# UCLA Application font? (1 Viewer)



## Indigo (Oct 19, 2015)

I'm curious as to what font/size/spacing people are using for their writing materials for the UCLA app. They don't specify anywhere (as far as I can find). I'll probably call and ask them cause I'm not sure how long the treatment is supposed to be. They say 1-2 pages, but a double spaced page is obviously very different from a single spaced page ...


----------



## katavi08 (Oct 19, 2015)

I emailed them a few weeks ago asking the same question. They told me to use Times New Roman font and it should be size 12. They also said it could be either single or double spaced. I'm personally using single space.


----------



## Indigo (Oct 20, 2015)

Thanks!


----------



## katavi08 (Oct 27, 2015)

Have you sent in your application yet? I'm freaking out that it's due on Sunday even though I have everything done.


----------



## Indigo (Oct 27, 2015)

I haven't sent it in yet. I'm just finishing the final touches for the personal statement and treatment. But I want to send it in asap so it doesn't get in the way of Halloween. Do you know by any chance if the letters of rec need to be submitted online before we submit the application or can the references still submit after we've submitted? 

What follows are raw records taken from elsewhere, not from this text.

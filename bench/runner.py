"""A whole run: manifest, tables copied for provenance, executor, step analysis.

``execute_new_run`` is what ``bench run`` does after the checks passed; ``resume_run`` is
``bench resume``: :func:`resumable_files` refuses a sequence or bench file that changed since,
the caller rebuilds the same plan, and the run carries on from the first action not done.
After the last action of each step the step's kind analyses it; a dynamic action (the finals)
is carried out by its kind through the executor's narrow measuring interface.
"""

from __future__ import annotations

import logging
import shutil
import sys
import time
from pathlib import Path

from bench import __version__
from bench.errors import BenchError, ConfigError, OperatorStop, RunInterrupted
from bench.executor import Executor, RetryPolicy
from bench.instruments import connect_station, needs_of
from bench.preflight import resolve_limit
from bench.provenance import digest
from bench.progress import Progress
from bench.steps import kind_of
from bench.store import RunStore, create_run, open_run

__all__ = ["execute_new_run", "resume_run", "resumable_files", "build_manifest"]

log = logging.getLogger("bench.run")


def build_manifest(session, *, simulated: bool) -> tuple[dict, list[tuple[Path, str]]]:
    """Manifest dict and the (source, name in tables/) files to copy into the run folder."""
    copies: dict[Path, str] = {}
    steps = []

    def limit_entry(name: str) -> str:
        resolved = resolve_limit(name, session.sequence_dir)
        if resolved == name and not Path(name).suffix:
            return name  # built-in limit
        src = Path(resolved)
        return "tables/" + copies.setdefault(src, f"{len(copies):02d}-{src.name}")

    for step in session.sequence.steps:
        steps.append(_manifest_step(session, step, copies, limit_entry))
    manifest = {
        "name": session.sequence.name,
        "software": f"emission-bench {__version__}",
        "created": time.strftime("%Y-%m-%dT%H:%M:%SZ", time.gmtime()),
        "state": "running",
        "simulated": simulated,
        "sequence": _file_entry(session.sequence_path),
        "bench": _file_entry(session.bench_path),
        "plan": session.plan.summary_lines(),
        "steps": steps,
        "files": session.used_files(),
    }
    analyzer = session.profiles.get("analyzer")
    if analyzer is not None:
        manifest["analyzer_profile"] = analyzer.name
        manifest["analyzer_damage_dbm"] = float(analyzer.damage_level_dbm)
    if session.sequence.eut is not None:
        manifest["eut"] = session.sequence.eut.model_dump(exclude_none=True)
    if session.sim_settings is not None:
        manifest["simulator"] = dict(session.sim_settings)
    _board_entry(session.bench, manifest, copies)
    return manifest, list(copies.items())


def _file_entry(path: Path) -> dict:
    return {"path": str(Path(path).resolve()), "sha256": digest(path),
            "text": Path(path).read_text(encoding="utf-8")}


def _manifest_step(session, step, copies: dict, limit_entry) -> dict:
    kind = kind_of(step)
    files, unit, extra = kind.chain(session.bench, step)
    chain = []
    for role, src in files:
        name = copies.setdefault(src, f"{len(copies):02d}-{src.name}")
        chain.append({"role": role, "file": f"tables/{name}"})
    entry = {"label": step.label, "kind": step.kind, "unit": unit, "chain": chain, **extra,
             **kind.manifest_entry(session.sequence, step),
             "settings": session.sequence.sweep_of(step).model_dump(exclude_none=True)}
    summary = next((st for st in session.plan.steps if st.label == step.label), None)
    if summary is not None and not summary.dynamic:
        entry["positions"] = summary.actions
        entry["points_per_position"] = summary.points_per_action
    limit = kind.limit_name(session.sequence, step)
    if limit is not None:
        entry["limit"] = limit_entry(limit)
    return entry


def _board_entry(bench, manifest: dict, copies: dict) -> None:
    board = getattr(bench, "board", None)
    if board is None or not board.outline_m:
        return
    manifest["board"] = {"outline_m": [list(p) for p in board.outline_m]}
    if board.photo is not None:
        name = f"board-photo{Path(board.photo).suffix}"
        copies[Path(board.photo)] = f"../{name}"
        manifest["board"]["photo"] = name
        manifest["board"]["photo_points"] = [{"pixel": list(p.pixel), "board_m": list(p.board_m)}
                                             for p in board.photo_points]


def _copy_tables(folder: Path, copies) -> None:
    (folder / "tables").mkdir(exist_ok=True)
    for src, name in copies:
        shutil.copyfile(src, (folder / "tables" / name).resolve())


class _RunLog:
    """A log file per run (run.log), attached to the 'bench' logger for the run's duration."""

    def __init__(self, folder: Path) -> None:
        self.handler = logging.FileHandler(folder / "run.log", encoding="utf-8")
        self.handler.setFormatter(logging.Formatter("%(asctime)s %(levelname)s %(name)s: %(message)s"))
        logging.getLogger("bench").addHandler(self.handler)

    def close(self) -> None:
        logging.getLogger("bench").removeHandler(self.handler)
        self.handler.close()


class _StepRun:
    """What step kinds' hooks see during a run (:class:`bench.steps.base.StepContext`)."""

    def __init__(self, session, store: RunStore) -> None:
        self.session = session
        self.store = store
        self.sequence = session.sequence
        self.bench = session.bench

    def limit(self, name: str):
        return self.session.limit(name)

    def note(self, level: str, text: str) -> None:
        self.store.log_event(level, text)
        log.log(logging.WARNING if level == "warning" else logging.INFO, text)


def _hooks(session, store: RunStore):
    """(analysis, dynamic action) callbacks that dispatch to the step kinds; both return rows."""
    ctx = _StepRun(session, store)

    def analyze(action) -> list[dict]:
        step = session.sequence.step(action.step_label)
        rows = kind_of(step).after_step(ctx, step)
        counts: dict[str, int] = {}
        for row in rows:
            counts[row["status"]] = counts.get(row["status"], 0) + 1
        log.info("%s %s: %s", step.kind, step.label,
                 ", ".join(f"{v} {k}" for k, v in counts.items()) or "no peaks")
        return rows

    def dynamic(action, measurer) -> list[dict]:
        step = session.sequence.step(action.step_label)
        return kind_of(step).run_dynamic(ctx, step, measurer)

    return analyze, dynamic


def _log_console():
    """The console the log records go to, so a live progress bar and log lines do not tear."""
    for handler in logging.getLogger("bench").handlers:
        console = getattr(handler, "console", None)
        if console is not None:
            return console
    return None


def _connector(session):
    """``connect() -> Station`` for the instruments the plan needs."""
    steps = [(kind_of(step), step) for step in session.sequence.steps]
    needs = needs_of(session.plan, steps)
    wait = session.sim.wait if session.sim is not None else time.sleep
    poll_sleep = (lambda s: None) if session.sim is not None else None
    return lambda: connect_station(session.bench, session.profiles, needs=needs, wait=wait,
                                   poll_sleep=poll_sleep)


def _execute(session, store: RunStore, station=None) -> None:
    plan = session.plan
    progress = Progress(len(plan.actions), plan.total_time_s, live=sys.stderr.isatty(),
                        console=_log_console())
    retry = RetryPolicy(first_delay_s=0.05, attempts=5) if session.sim is not None else RetryPolicy()
    analyze, dynamic = _hooks(session, store)
    executor = Executor(plan, store, _connector(session), progress=progress, retry=retry,
                        analyze=analyze, dynamic=dynamic)
    if station is not None:
        executor.station = station
        executor.identities.update(station.identities)
    runlog = _RunLog(store.folder)
    hint = f"'emission-bench resume {store.folder}'"  # the manifest holds the bench, board and seed
    try:
        executor.run()
    except KeyboardInterrupt:
        store.update_manifest(state="interrupted", interrupted_reason="stopped by the operator")
        raise OperatorStop(f"stopped by the operator; the run is kept: continue it with {hint}") from None
    except RunInterrupted as exc:
        store.update_manifest(state="interrupted", interrupted_reason=str(exc))
        raise RunInterrupted(f"{exc}; the run is kept: continue it with {hint}") from exc
    except BenchError as exc:
        # the run cannot go on (e.g. the instrument refused a setting or an analysis failed):
        # keep what was measured and say how to continue once the cause is fixed
        store.update_manifest(state="interrupted", interrupted_reason=str(exc))
        stop = RunInterrupted(f"{exc}; the run is kept: fix the cause, then continue it with {hint}")
        stop.exit_code = exc.exit_code  # an instrument refusal stays exit 1, a file mistake exit 2
        raise stop from exc
    finally:
        progress.close()
        runlog.close()
    _finish(store, executor)


def _finish(store: RunStore, executor: Executor) -> None:
    store.update_manifest(state="complete", instruments=executor.identities, faults_recovered=executor.faults)
    results = store.results()
    if not results.empty:
        results.to_csv(store.folder / "results.csv", index=False)
    store.checkpoint()


def execute_new_run(session, *, out_root: Path, unattended: bool = False) -> Path:
    """Create the run folder and carry out the plan. Returns the run folder.

    ``unattended`` (the operator skipped the confirmation before motion) is recorded.
    """
    manifest, copies = build_manifest(session, simulated=session.sim is not None)
    manifest["unattended"] = bool(unattended)
    # connect before creating the run folder: an unreachable bench leaves nothing behind
    station = _connector(session)()
    try:
        store = create_run(Path(out_root), session.sequence.name, manifest)
    except BaseException:
        station.close()
        raise
    try:
        store.lock()
        _copy_tables(store.folder, copies)
        _execute(session, store, station=station)
    finally:
        store.close()
    return store.folder


def resumable_files(folder: Path, *, bench_path: Path | None) -> tuple[Path, Path, dict]:
    """The sequence and bench files a run may resume with, after checking they did not change.

    Returns (sequence path, bench path, manifest). ``bench_path`` given means resuming on
    purpose with another bench file.
    """
    ro = open_run(folder)
    manifest = ro.manifest()
    ro.close()
    if manifest.get("state") == "complete":
        raise ConfigError(f"{folder}: this run is already complete; nothing to resume (to write its "
                          f"report again: emission-bench report {folder})")
    if not isinstance(manifest.get("sequence"), dict) or "path" not in manifest["sequence"]:
        raise ConfigError(f"{folder}: the manifest names no sequence file: this folder cannot be resumed")
    seq_path = Path(manifest["sequence"]["path"])
    if not seq_path.is_file() or digest(seq_path) != manifest["sequence"]["sha256"]:
        raise ConfigError(f"{seq_path}: the sequence file changed or is missing since the run started; "
                          "resume needs the same sequence")
    bench_file = bench_path or Path(manifest["bench"]["path"])
    if bench_path is None and (not bench_file.is_file() or digest(bench_file) != manifest["bench"]["sha256"]):
        raise ConfigError(f"{bench_file}: the bench file changed or is missing since the run started; "
                          "pass --bench to resume on purpose with another one")
    return seq_path, bench_file, manifest


def resume_point(folder: Path, plan) -> str:
    """Where a run resumes: the first action not done and how much is left."""
    ro = open_run(folder)
    try:
        done = ro.done_actions()
    finally:
        ro.close()
    left = [a for a in plan.actions if a.index not in done]
    if not left:
        return "every action is done; the run will be closed and reported"
    first = left[0]
    from bench.planning import format_duration

    return (f"{len(done)} of {len(plan.actions)} actions done; continuing at action {first.index + 1} "
            f"(step '{first.step_label}'), {len(left)} left, about "
            f"{format_duration(sum(a.est_time_s for a in left))} of instrument time")


def resume_run(session, folder: Path, *, resumed: int, accepted: list[str] = (),
               unattended: bool = False) -> Path:
    """Continue an interrupted run from the first action not done.

    ``accepted`` lists input files that changed since the run started and that the operator
    accepted (``--accept-changes``); they are recorded in the manifest and the events.
    """
    store = RunStore(Path(folder))
    try:
        store.lock()
        changes = {"state": "running", "resumed": resumed + 1, "unattended": bool(unattended)}
        if accepted:
            changes["files"] = session.used_files()
            changes["accepted_changes"] = list(store.manifest().get("accepted_changes", [])) + list(accepted)
            store.log_event("warning", "resumed with changed inputs: " + "; ".join(accepted))
        store.update_manifest(**changes)
        store.log_event("info", "resumed")
        _execute(session, store)
    finally:
        store.close()
    return Path(folder)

I'm not too stressed about the UCLA app, I'm freaking out more about making a film I want to add to my visual portfolio for the other apps.


----------



## katavi08 (Oct 27, 2015)

Indigo said:


> I haven't sent it in yet. I'm just finishing the final touches for the personal statement and treatment. But I want to send it in asap so it doesn't get in the way of Halloween. Do you know by any chance if the letters of rec need to be submitted online before we submit the application or can the references still submit after we've submitted?
> 
> I'm not too stressed about the UCLA app, I'm freaking out more about making a film I want to add to my visual portfolio for the other apps.


I don't think you need to have all your recommendations in by Sunday; I think they just want you to have listed them, and their email addresses if their sending them in electronically. I know one of my recommenders will not have it done by Sunday.

I too am currently in the process of making a film for the other schools. It is certainly a stressful process.


----------



## Indigo (Oct 29, 2015)

Yes I'm excited to celebrate once everything is over in a month!


----------